SUPPLIED INFORMATION »
========================

//! `barrier --json`: the machine-readable form of each question `barrier` answers, numbers in
//! SI with each unit in the field's name (`_s`, `_k`, `_j_per_mol`, `_per_s`). An infinite
//! time (a rate of zero) is written `null`.

use crate::barrier::{HotVerdict, KRow, Outcome, StepKind, Verdict};
use crate::report::barrier::HotRow;
use serde_json::{Value, json};

/// A finite number, or `null`.
fn finite(v: f64) -> Value {
    if v.is_finite() { json!(v) } else { Value::Null }
}

/// The thermal window: the largest Eyring barrier crossed with `probability` within `window_s`
/// at `temperature_k`.
pub fn thermal(window_s: f64, temperature_k: f64, probability: f64, kappa: f64, barrier: f64, rate: f64) -> Value {
    json!({
        "question": "thermal window",
        "window_s": window_s,
        "temperature_k": temperature_k,
        "probability": probability,
        "transmission": kappa,
        "barrier_j_per_mol": barrier,
        "rate_constant_per_s": rate,
        "half_life_s": finite(std::f64::consts::LN_2 / rate),
    })
}

/// The hot-molecule window: the largest zero-point-corrected barrier crossed from `energy`.
pub fn hot(
    energy_j_per_mol: f64,
    limit: (&str, f64),
    probability: f64,
    w: &crate::barrier::HotWindow,
    degeneracy: f64,
) -> Value {
    json!({
        "question": "hot molecule window",
        "energy_j_per_mol": energy_j_per_mol,
        "limit": limit.0,
        "limit_time_s": limit.1,
        "probability": probability,
        "barrier_j_per_mol": w.barrier,
        "probability_at_zero_barrier": w.probability_at_zero,
        "rate_at_barrier_per_s": w.rate_at_barrier,
        "degeneracy": degeneracy,
    })
}

/// Yields of competing hot-molecule reactions before cooling.
pub fn hot_channels(rows: &[HotRow], cooled: f64, energy_j_per_mol: f64, cooling_s: f64) -> Value {
    let channels: Vec<Value> = rows
        .iter()
        .map(|r| {
            json!({
                "name": r.name,
                "barrier_j_per_mol": r.barrier,
                "degeneracy": r.degeneracy,
                "rate_at_start_per_s": r.rate_at_start,
                "yield": r.probability,
            })
        })
        .collect();
    json!({
        "question": "hot molecule channels",
        "energy_j_per_mol": energy_j_per_mol,
        "cooling_s": cooling_s,
        "channels": channels,
        "cooled": cooled,
    })
}

/// A k(E) table's summary: where its rows were written.
pub fn k_of_e(barrier_j_per_mol: f64, rows: &[KRow], files: &[String]) -> Value {
    let table: Vec<Value> = rows
        .iter()
        .map(|r| {
            json!({
                "energy_j_per_mol": r.energy,
                "rate_per_s": r.rate,
                "density_per_j_per_mol": r.density,
                "sum_of_states": r.sum,
                "ts_sum_of_states": r.ts_sum,
            })
        })
        .collect();
    json!({
        "question": "k(E) table",
        "barrier_j_per_mol": barrier_j_per_mol,
        "rows": table,
        "files": files,
    })
}

/// The verdict on every step of a network against `window_s`, and its hot channels.
pub fn verdicts(rows: &[Verdict], hot: &[HotVerdict], window_s: f64, probability: f64, temperature_k: f64) -> Value {
    let steps: Vec<Value> = rows
        .iter()
        .map(|v| {
            let kind = match v.kind {
                StepKind::Thermal(n) => format!("thermal, order {n}"),
                StepKind::Channel => "rate channel".into(),
                StepKind::Quenching => "quenching channel".into(),
            };
            let outcome = match v.outcome() {
                Outcome::Crosses => "crosses",
                Outcome::TooSlow => "too slow",
                Outcome::Undetermined => "undetermined",
            };
            json!({
                "name": v.name,
                "kind": kind,
                "barrier_j_per_mol": v.barrier,
                "barrier_given": v.barrier_given,
                "rate_per_s": v.rate,
                "half_life_s": finite(v.half_life),
                "time_needed_s": finite(v.time_needed),
                "factor_of_window": finite(v.factor),
                "outcome": outcome,
                "judged_at_s": v.judged_at.as_ref().map(|j| j.time),
            })
        })
        .collect();
    let hot: Vec<Value> = hot
        .iter()
        .map(|h| {
            json!({
                "name": h.name,
                "barrier_j_per_mol": h.barrier,
                "energy_j_per_mol": h.energy,
                "cooling_s": h.cooling,
                "rate_at_start_per_s": h.rate_at_start,
                "yield": h.fraction,
            })
        })
        .collect();
    json!({
        "question": "network verdicts",
        "window_s": window_s,
        "probability": probability,
        "temperature_k": temperature_k,
        "steps": steps,
        "hot_channels": hot,
    })
}
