//! Switching cycles before a molecule is lost (fatigue): for a chain that ends, the number of
//! round trips from one form through other forms and back before the molecule reaches an end.
//!
//! The form A is a species that lies on a cycle through another species (a strongly connected
//! set of non-absorbing states holding at least two species): the one named with `--from`, or
//! else the one the molecule visits most. A cycle is completed each time the molecule arrives
//! at A having last been at another form. Transients are shared between forms (a common
//! intersection, say), so the chain is doubled over them: each transient is kept once for "the
//! last form was A" and once for "the last form was another", and the moves into A from the
//! second copy and from the other forms are the counted moves. On that chain the photon-count
//! machinery of [`super::analyse`] counts cycles instead of photons: the mean and variance from
//! the same solves, and P(K = n) from the same recursion. Every return to A starts the
//! molecule afresh, so K is geometric, P(K = n) = rⁿ (1 − r) with r = mean / (1 + mean): the
//! recursion is an independent check of that.
//!
//! No file I/O, no printing.

use super::{Analysis, Chain, Options, StateKind};
use crate::error::Result;
use petgraph::graph::DiGraph;
use serde::Serialize;

/// The cycles a molecule of one form completes before it ends.
#[derive(Debug, Clone, PartialEq, Serialize)]
pub struct Cycles {
    /// The form the cycles start from and return to (chain state).
    pub form: usize,
    /// The other forms on its cycles (chain states).
    pub partners: Vec<usize>,
    /// Mean number of completed cycles before the molecule ends, per molecule of `form`.
    pub mean: f64,
    /// Variance of the same.
    pub variance: f64,
    /// Per end (chain state): probability of ending there from `form`, and the mean number of
    /// cycles of the molecules that end there (None where that probability is zero).
    pub ends: Vec<(usize, f64, Option<f64>)>,
    /// P(K = n), n = 0, 1, … (empty when not computed).
    pub distribution: Vec<f64>,
    /// Probability beyond the last n of `distribution`.
    pub tail: f64,
    /// True when the distribution stopped at its count limit before its tail bound.
    pub truncated: bool,
}

impl Cycles {
    /// The smallest n with P(K ≤ n) ≥ q (None when the distribution stops before it).
    pub fn quantile(&self, q: f64) -> Option<usize> {
        let mut acc = 0.0;
        for (n, p) in self.distribution.iter().enumerate() {
            acc += p;
            if acc >= q {
                return Some(n);
            }
        }
        None
    }
}

/// The form whose cycles are counted: `from` if it lies on a cycle through another species,
/// else the species on such a cycle with the most `visits`; with the other species of its cycle.
pub fn form(chain: &Chain, visits: &[f64], from: Option<usize>) -> Option<(usize, Vec<usize>)> {
    let n = chain.states.len();
    let species = |i: usize| matches!(chain.states[i].kind, StateKind::Species(_) | StateKind::Other);
    let mut g = DiGraph::<usize, ()>::with_capacity(n, chain.moves.len());
    let nodes: Vec<_> = (0..n).map(|i| g.add_node(i)).collect();
    for m in &chain.moves {
        if m.probability > 0.0 && !chain.states[m.from].absorbing && !chain.states[m.to].absorbing {
            g.add_edge(nodes[m.from], nodes[m.to], ());
        }
    }
    // Every species on a cycle through another species, with the species of its cycle.
    let mut candidates: Vec<(usize, Vec<usize>)> = Vec::new();
    for scc in petgraph::algo::tarjan_scc(&g) {
        let forms: Vec<usize> = scc.iter().map(|x| g[*x]).filter(|&i| species(i)).collect();
        if forms.len() < 2 {
            continue;
        }
        for &f in &forms {
            let mut partners: Vec<usize> = forms.iter().copied().filter(|&i| i != f).collect();
            partners.sort_unstable();
            candidates.push((f, partners));
        }
    }
    if let Some(f) = from
        && let Some(c) = candidates.iter().find(|c| c.0 == f)
    {
        return Some(c.clone());
    }
    candidates
        .into_iter()
        .max_by(|a, b| visits[a.0].total_cmp(&visits[b.0]).then(b.0.cmp(&a.0)))
}

/// Count the cycles of `form` (see [`form`]) before a molecule of it ends. `opts` bounds the
/// distribution as it does the photon counts.
pub fn cycles(chain: &Chain, form: usize, partners: Vec<usize>, opts: &Options) -> Result<Cycles> {
    let (doubled, start) = doubled(chain, form);
    let a: Analysis = super::analyse(&doubled, &start, opts)?;
    let mean = a.photons_total;
    let second: f64 = (0..a.yields.len())
        .map(|k| match (a.photons_mean[k], a.photons_variance[k]) {
            (Some(m), Some(v)) => a.yields[k] * (v + m * m),
            _ => 0.0,
        })
        .sum();
    let ends = a
        .absorbing
        .iter()
        .enumerate()
        .map(|(k, &s)| (s, a.yields[k], a.photons_mean[k]))
        .collect();
    let (distribution, tail, truncated) = match a.distribution {
        Some(d) => (d.p.iter().map(|r| r.iter().sum()).collect(), d.tail, d.truncated),
        None => (Vec::new(), 1.0, false),
    };
    Ok(Cycles {
        form,
        partners,
        mean,
        variance: (second - mean * mean).max(0.0),
        ends,
        distribution,
        tail,
        truncated,
    })
}

/// The chain doubled over its transients (last form A or another), with the moves that
/// complete a cycle marked as the counted ("photon") moves, and the start at `form`. Absorbing
/// states keep their chain index, so [`Analysis::absorbing`] names the original ends.
fn doubled(chain: &Chain, form: usize) -> (Chain, Vec<f64>) {
    let n = chain.states.len();
    let is_transient = |i: usize| matches!(chain.states[i].kind, StateKind::Transient(_));
    // copy[i]: the doubled chain's state for (i, last form A); second[i] for (i, another form).
    let mut c = Chain::default();
    for s in &chain.states {
        c.add_state(&s.name, s.kind, s.absorbing, s.holding);
    }
    let mut second = vec![usize::MAX; n];
    for i in (0..n).filter(|&i| is_transient(i) && !chain.states[i].absorbing) {
        let s = &chain.states[i];
        second[i] = c.add_state(&format!("{} (after another form)", s.name), s.kind, false, s.holding);
    }
    for m in &chain.moves {
        if chain.states[m.from].absorbing {
            continue;
        }
        let sources: Vec<(usize, bool)> = if is_transient(m.from) {
            vec![(m.from, false), (second[m.from], true)]
        } else {
            vec![(m.from, m.from != form)]
        };
        for (src, other) in sources {
            let to = if is_transient(m.to) && other {
                second[m.to]
            } else {
                m.to
            };
            let completes = m.to == form && other;
            c.add_move_from(src, to, m.probability, completes, m.origin);
        }
    }
    let mut start = vec![0.0; c.states.len()];
    start[form] = 1.0;
    (c, start)
}
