/// The chain split into its transient and absorbing parts, with one LU of I − Q and the
/// visits and first photon moment's vector, shared by [`analyse`] and the sensitivities.
struct Solved {
    /// The start distribution, normalised.
    pi: Vec<f64>,
    /// The transient states (chain indices), in order.
    trans: Vec<usize>,
    /// The absorbing states (chain indices), in order.
    absorbing: Vec<usize>,
    /// Per chain state, its index among the transient or among the absorbing states.
    local: Vec<usize>,
    /// Non-photon moves among transient states, Q₀.
    q0: Triplets,
    /// Photon moves among transient states, Q₁.
    q1: Triplets,
    /// Non-photon moves into absorbing states, R₀.
    r0: Triplets,
    /// Photon moves into absorbing states, R₁.
    r1: Triplets,
    /// The start over the transient states.
    pi_t: Vec<f64>,
    /// The start over the absorbing states.
    pi_a: Vec<f64>,
    /// LU of I − Q.
    lu: Lu,
    /// Expected visits v = (I − Q)⁻ᵀ π over the transient states.
    v: Vec<f64>,
    /// u = (I − Q)⁻ᵀ Q₁ᵀ v, expected visits after a photon weighted by photons before.
    u: Vec<f64>,
}

/// Validate `chain`, index its states, factorise I − Q once and solve for v and u.
fn solve(chain: &Chain, start: &[f64]) -> Result<Solved> {
    chain.validate()?;
    let n = chain.states.len();
    if start.len() != n {
        return Err(Error::Numerical(format!(
            "the start has {} entries for {n} states",
            start.len()
        )));
    }
    let total: f64 = start.iter().sum();
    if !(total > 0.0 && total.is_finite()) || start.iter().any(|&x| x.is_nan() || x < 0.0) {
        return Err(Error::Numerical(
            "the start distribution must be non-negative and not all zero".into(),
        ));
    }
    let pi: Vec<f64> = start.iter().map(|x| x / total).collect();
    // Index the transient states 0..m and the absorbing ones 0..r.
    let mut local = vec![usize::MAX; n];
    let mut trans = Vec::new();
    let mut absorbing = Vec::new();
    for (i, s) in chain.states.iter().enumerate() {
        if s.absorbing {
            local[i] = absorbing.len();
            absorbing.push(i);
        } else {
            local[i] = trans.len();
            trans.push(i);
        }
    }
    let (m, r) = (trans.len(), absorbing.len());
    let mut q = [Triplets::new(m, m), Triplets::new(m, m)];
    let mut rr = [Triplets::new(m, r), Triplets::new(m, r)];
    for mv in &chain.moves {
        if chain.states[mv.from].absorbing || mv.probability == 0.0 {
            continue;
        }
        let (i, j) = (local[mv.from], local[mv.to]);
        let k = usize::from(mv.photon);
        if chain.states[mv.to].absorbing {
            rr[k].push(i, j, mv.probability);
        } else {
            q[k].push(i, j, mv.probability);
        }
    }
    let [q0, q1] = q;
    let [r0, r1] = rr;
    let pi_t: Vec<f64> = trans.iter().map(|&i| pi[i]).collect();
    let pi_a: Vec<f64> = absorbing.iter().map(|&i| pi[i]).collect();

    // (I − Q) with Q = Q₀ + Q₁.
    let mut a = Triplets::new(m, m);
    for i in 0..m {
        a.push(i, i, 1.0);
    }
    for (i, j, v) in q0.iter().chain(q1.iter()) {
        a.push(i, j, -v);
    }
    let lu = Lu::new(&a)?;
    let v = lu.solve_transpose(&pi_t)?; // visits
    let u = lu.solve_transpose(&q1.tmul(&v))?;
    Ok(Solved {
        pi,
        trans,
        absorbing,
        local,
        q0,
        q1,
        r0,
        r1,
        pi_t,
        pi_a,
        lu,
        v,
        u,
    })
}

/// Analyse `chain` for a molecule started from the distribution `start` over its states.
pub fn analyse(chain: &Chain, start: &[f64], opts: &Options) -> Result<Analysis> {
    let Solved {
        pi,
        trans,
        absorbing,
        q0,
        q1,
        r0,
        r1,
        pi_t,
        pi_a,
        lu,
        v,
        u,
        ..
    } = solve(chain, start)?;
    let (n, m, r) = (chain.states.len(), trans.len(), absorbing.len());
    let mut yields = r0.tmul(&v);
    add(&mut yields, &r1.tmul(&v));
    add(&mut yields, &pi_a);
    let z = lu.solve_transpose(&q1.tmul(&u))?;
    // m1_j = (Rᵀu)_j + (R₁ᵀv)_j ; m2_j (factorial) = 2 [(Rᵀz)_j + (R₁ᵀu)_j].
    let mut m1 = r0.tmul(&u);
    add(&mut m1, &r1.tmul(&u));
    add(&mut m1, &r1.tmul(&v));
    let mut m2 = r0.tmul(&z);
    add(&mut m2, &r1.tmul(&z));
    add(&mut m2, &r1.tmul(&u));
    m2.iter_mut().for_each(|x| *x *= 2.0);
    let tau: Vec<f64> = trans.iter().map(|&i| chain.states[i].holding).collect();
    let tv: Vec<f64> = v.iter().zip(&tau).map(|(a, b)| a * b).collect();
    let y = lu.solve_transpose(&tv)?;
    let mut t1 = r0.tmul(&y);
    add(&mut t1, &r1.tmul(&y));
    let cond = |x: f64, b: f64| (b > 0.0).then(|| x / b);
    let photons_mean: Vec<Option<f64>> = (0..r).map(|j| cond(m1[j], yields[j])).collect();
    let photons_variance: Vec<Option<f64>> = (0..r)
        .map(|j| {
            let mean = cond(m1[j], yields[j])?;
            Some(((m2[j] + m1[j]) / yields[j] - mean * mean).max(0.0))
        })
        .collect();
    let mut visits = vec![0.0; n];
    for (k, &i) in trans.iter().enumerate() {
        visits[i] = v[k].max(0.0);
    }
    let counted = chain
        .counted
        .iter()
        .map(|c| {
            let mv = &chain.moves[c.mv];
            visits[mv.from] * mv.probability
        })
        .collect();
    let distribution = if opts.distribution {
        Some(distribution(m, &q0, &q1, &r0, &r1, &pi_t, &pi_a, opts)?)
    } else {
        None
    };
    let time_mean = (0..r).map(|j| cond(t1[j], yields[j])).collect();
    Ok(Analysis {
        start: pi,
        yields,
        visits,
        counted,
        photons_total: m1.iter().sum(),
        photons_mean,
        photons_variance,
        time_total: t1.iter().sum(),
        time_mean,
        absorbing,
        distribution,
    })
}

fn add(a: &mut [f64], b: &[f64]) {
    a.iter_mut().zip(b).for_each(|(x, y)| *x += y);
}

========================

Reproduce precisely, and with no line left out, each line from the top of the entries through the line that carries "fn finite(v: f64)".

//! `barrier --json`: the machine-readable form of each question `barrier` answers, numbers in
//! SI with each unit in the field's name (`_s`, `_k`, `_j_per_mol`, `_per_s`). An infinite
//! time (a rate of zero) is written `null`.

use crate::barrier::{HotVerdict, KRow, Outcome, StepKind, Verdict};
use crate::report::barrier::HotRow;
use serde_json::{Value, json};

/// A finite number, or `null`.
fn finite(v: f64) -> Value {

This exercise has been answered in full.